Für mich ist es das erste Buch, das ich von Katharina Herzog lese und ich bin restlos begeistert. Von ihrem emotionalen, gefühlvollen Schreibstil; von ihren Vergleichen, die sofort mein Kopfkino anschalten; von der Art und Weise, wie sie die beiden Zeitebenen 1999/2003 und heute zusammenführt. Ich hatte das Gefühl mittendrin zu stehen in den traumhaft schönen Gärten von Kent. Ich war als stille Teilnehmerin beim Tag der offenen Tür auf dem Rosenhof dabei und ich meine die salzige Luft der Ostsee auf den Lippen schmecken zu können. Vor allem auch, wie sie ihre Figuren anlegt.

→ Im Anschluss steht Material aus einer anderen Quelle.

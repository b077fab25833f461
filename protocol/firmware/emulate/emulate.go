// Package emulate runs the C firmware for tests: built for this machine, on an
// ATmega328P under libsimavr, on a Cortex-M3 under QEMU. Each board's time is
// given to it, so that a test of an hour takes as long as the computing takes,
// and the same test gives the same bytes. A motor is part of each of them.
package emulate

import (
	"fmt"
	"os"
	"path/filepath"
	"testing"
	"time"
)

// Board is a running firmware whose clock is the test's. The methods do nothing
// once Err is not nil. A Board belongs to one goroutine.
type Board struct {
	run machine
	now time.Duration
	out []byte
	err error
}

// machine is what the kinds of board differ in.
type machine interface {
	// receive puts bytes on the line to the board.
	receive(p []byte) error
	// step lets time pass, a whole number of units, and returns what was sent.
	step(d time.Duration) ([]byte, error)
	// restart resets the chip; what lasts without power stays.
	restart() error
	// hand has the shaft turned a turn in the positive direction, over two
	// seconds from now on.
	hand() error
}

// unit is what the time that a board is given is a multiple of.
const unit = time.Millisecond

// Now is the time that the board was given so far.
func (b *Board) Now() time.Duration { return b.now }

// Err is what ended the board: its program is gone, or an order failed.
func (b *Board) Err() error { return b.err }

func (b *Board) try(err error) {
	if b.err == nil {
		b.err = err
	}
}

// Advance gives the board its time up to to, in whole ms.
func (b *Board) Advance(to time.Duration) {
	if d := (to - b.now).Truncate(unit); b.err == nil && d > 0 {
		p, err := b.run.step(d)
		b.now += d
		b.out = append(b.out, p...)
		b.try(err)
	}
}

// Receive hands bytes from the console to the board.
func (b *Board) Receive(p []byte) {
	if b.err == nil {
		b.try(b.run.receive(p))
	}
}

// Output returns the bytes sent since the last call.
func (b *Board) Output() []byte {
	p := b.out
	b.out = nil
	return p
}

// PowerCycle restarts the board. Its lasting memory stays.
func (b *Board) PowerCycle() {
	if b.err == nil {
		b.try(b.run.restart())
	}
}

// Hand has the shaft turned by hand, as far as machine.hand does.
func (b *Board) Hand(float64) {
	if b.err == nil {
		b.try(b.run.hand())
	}
}

// Memory is what an ATmega328P takes of its RAM: static data, and the stack at
// its deepest, in bytes. ok is false on other boards.
func (b *Board) Memory() (static, stack int, ok bool) {
	p, is := b.run.(*ordered)
	if !is {
		return 0, 0, false
	}
	text, err := p.order('Q', 0, nil)
	if err != nil {
		return 0, 0, false
	}
	n, _ := fmt.Sscanf(string(text), "static %d stack %d", &static, &stack)
	return static, stack, n == 2
}

// Host runs the core compiled for this machine; fixed chooses the law in
// integers. Like its siblings it skips the test, with a word, where a program
// that it needs is not installed, and ends the board with the test.
func Host(t testing.TB, fixed bool) *Board {
	t.Helper()
	out := Images(t, "host", "gcc")
	name := "gwhost"
	if fixed {
		name = "gwhost-fixed"
	}
	return started(t, startOrdered(t, filepath.Join(out, name), "--virtual"))
}

// ATmega328P runs an image of that chip, "m328-sim" or another of those that
// boards/build.sh makes.
func ATmega328P(t testing.TB, image string) *Board {
	t.Helper()
	out := Images(t, "avr", "gcc", "avr-gcc")
	runner := filepath.Join(out, "avrrun")
	if _, err := os.Stat(runner); err != nil {
		t.Skip("libsimavr is not installed")
	}
	return started(t, startOrdered(t, runner, filepath.Join(out, image+".elf"), "--virtual"))
}

// CortexM3 runs the image of the machine mps2-an385 whose time is given to it.
func CortexM3(t testing.TB) *Board {
	t.Helper()
	out := Images(t, "arm", "arm-none-eabi-gcc", "qemu-system-arm")
	return started(t, startStepped(t, out))
}

func started(t testing.TB, m machine) *Board {
	b := &Board{run: m}
	b.Advance(50 * time.Millisecond) // its start, and the line that tells of it
	if b.err != nil {
		t.Fatal(b.err)
	}
	return b
}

Die beiden so unterschiedlichen Schwestern Emilia „Millie“ und Clara. Millie, die von klein auf Unangepasste, Eigenwillige und Wilde kümmert sich rührend um ihre Nichte und ihren Neffen und zeigt sehr viel Empathie. Clara, die Wunderschöne, die Sportliche, allseits Beliebte, die Vernünftige, die Supergenaue, die alle Fäden in der Hand hält und bei der alles bis auf´s I-Tüpfelchen stimmen muss. Die aber hier erst mal im Koma auf Andere angewiesen ist. Lizzy, die ihrer Tante in so vielen Dingen gleicht und deren Selbstvorwürfe mich tief getroffen haben. Es gibt so viele kleine Szenen, die ans Herz gehen und mich berührt haben. Missverständnisse, die dann doch noch alle ausgeräumt werden. Geheimnisse, die gelüftet werden und zwei Männer, bei denen ich wahrscheinlich, so wie sie hier beschrieben werden, auch schwach geworden wäre.

Dazu die Beschreibungen der verschiedensten Rosen, deren Duft ich in der Nase habe und an die ich mich bestimmt erinnern werden, wenn meine im Garten bald blühen.

Sehr gut gefallen mir die Innenseiten der Coverklappen. Vorne bekomme ich einen kleinen Einblick auf die Insel Usedom und im hinteren Teil finde ich eine Personenaufstellung der wichtigsten Charaktere.

Ein absoluter Wohlfühlroman zum Träumen, zum Nachdenken, zum Mitfiebern und mit sehr viel Gefühl.